Multiple 300 second outages - suspect DDoS, running behind reverse PROXY

#1
Hi all,

All of a sudden, not upgrades or anything - our LSWS has started becoming unavailable for periods of exactly 300 seconds each time.

The server is located behind a reverse proxy traffic manager (Riverbed Stingray), which means that the 'source IP' that the LSWS sees is that of the traffic manager, not of the actual user.

So my hunch is that someone is doing something bad to the LSWS service, the Stingray passes it down to the LSWS, and the LSWS somehow blocks this IP - as this is the Stingrays IP - it naturally blocks everyone coming from the Stingray...

My first question - how can I tell / what log could I check to see if LSWS has invoked some sort of 300 second ban? This is pretty much a default setup - I didn't think such a DoS feature was enabled as default?

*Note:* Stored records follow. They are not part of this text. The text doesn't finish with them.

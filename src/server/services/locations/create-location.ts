import { AppError } from '@/lib/app-error'
import type { CreateLocationRequest, LocationResponse } from '@/schemas/location'
import type { Actor } from '../../auth/actor'
import { type Database, db } from '../../db/connection'
import { databaseErrorCode } from '../../db/database-errors'
import { createAuditEntry } from '../../db/stores/audit-store'
import { createCrib, getCribLocationId } from '../../db/stores/crib-store'
import {
  findLocation,
  createLocation as insertLocation,
  type LocationRecord,
} from '../../db/stores/location-store'
import { inTransaction } from '../../db/transaction'
import { explainingLocationRefusals } from './explain-location-refusal'
import { readLocation } from './read-location'

/** Adds a crib, a cabinet, drawer or bin within one, a grinder, or a place in transit. */
export async function createLocation(
  actor: Actor,
  request: CreateLocationRequest,
): Promise<LocationResponse> {
  return explainingLocationRefusals(request.code, () =>
    inTransaction(db(), async (trx) => {
      const id = await insertRequested(trx, request)
      const added = await readLocation(trx, id)
      await createAuditEntry(trx, {
        actorId: actor.id,
        action: 'location-added',
        entity: 'location',
        entityId: id,
        after: added,
      })
      return added
    }),
  )
}

async function insertRequested(trx: Database, request: CreateLocationRequest): Promise<string> {
  const { code, name, kind } = request
  if (request.kind === 'crib') return getCribLocationId(trx, await insertCrib(trx, request))
  if (!('parentId' in request)) return insertLocation(trx, { kind, code, name, cribId: null, parentId: null })
  const parent = parentOf(await findLocation(trx, request.parentId))
  return insertLocation(trx, { kind, code, name, cribId: parent.cribId, parentId: parent.id })
}

function parentOf(parent: LocationRecord | null): LocationRecord {
  if (parent?.cribId) return parent
  const message = parent ? 'Only a crib, cabinet or drawer has things in it.' : 'There is no such location.'
  throw new AppError('impossible', message, { errors: [{ path: 'parentId', message }] })
}

/** invalid_parameter_value: the database knows the world's time zones. */
async function insertCrib(
  trx: Database,
  crib: { code: string; name: string; timeZone: string },
): Promise<string> {
  try {
    return await createCrib(trx, crib)
  } catch (error) {
    if (databaseErrorCode(error) !== '22023') throw error
    const message = 'There is no such time zone. Give one such as Europe/Vienna.'
    throw new AppError('impossible', message, { errors: [{ path: 'timeZone', message }] })
  }
}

My second question - is it possible to pass the X-FORWARDED-FOR header through to LSWS and get it to read this as the source IP rather than the source IP of our reverse proxy?

Thanks in advance...

Cheers,

JD
 

NiteWave

Administrator
#2
maybe it has triggered the anti-ddos setting
admin console->Server->Security->Banned Period (sec)
default is 300 seconds(5 minutes)

you can whitelist the traffic manager's IP, so lsws won't ban it:
admin console->Server->Security->Allowed List

the 2nd question,
admin console->Server->General->Use Client IP in Header
 
#3
Thanks for the reply.

I see that in allowed IP (whitelist) it's set as ALL - which I think is the default?

If you have allowed set to 'ALL' - would the anti-DDoS still work?

Or does this mean the problem is elsewhere?

The 300 second 'outage' does seem to fit though..

JD
 
#4
Reading a bit more - it does seem that sticking ALL in the allowed list - allows all but does not mean that ALL is 'trusted' (to bypass DDoS blocker).

To do this I would also need to specifically enter in the Allowed list the IP of the reverse proxy followed by *T.

So for example my allowed List would look like this if the reverse proxy has an IP of 192.168.1.10:

ALL
192.168.1.10T

Is this right?

JD
 
Last edited:

NiteWave

Administrator
#5
yes, looks fine but should use comma instead of space to separate IPs:
"Syntax: Comma delimited list of IP addresses or sub-networks. A trailing "T" can be used to indicate a trusted IP or sub-network, such as 192.168.1.*T."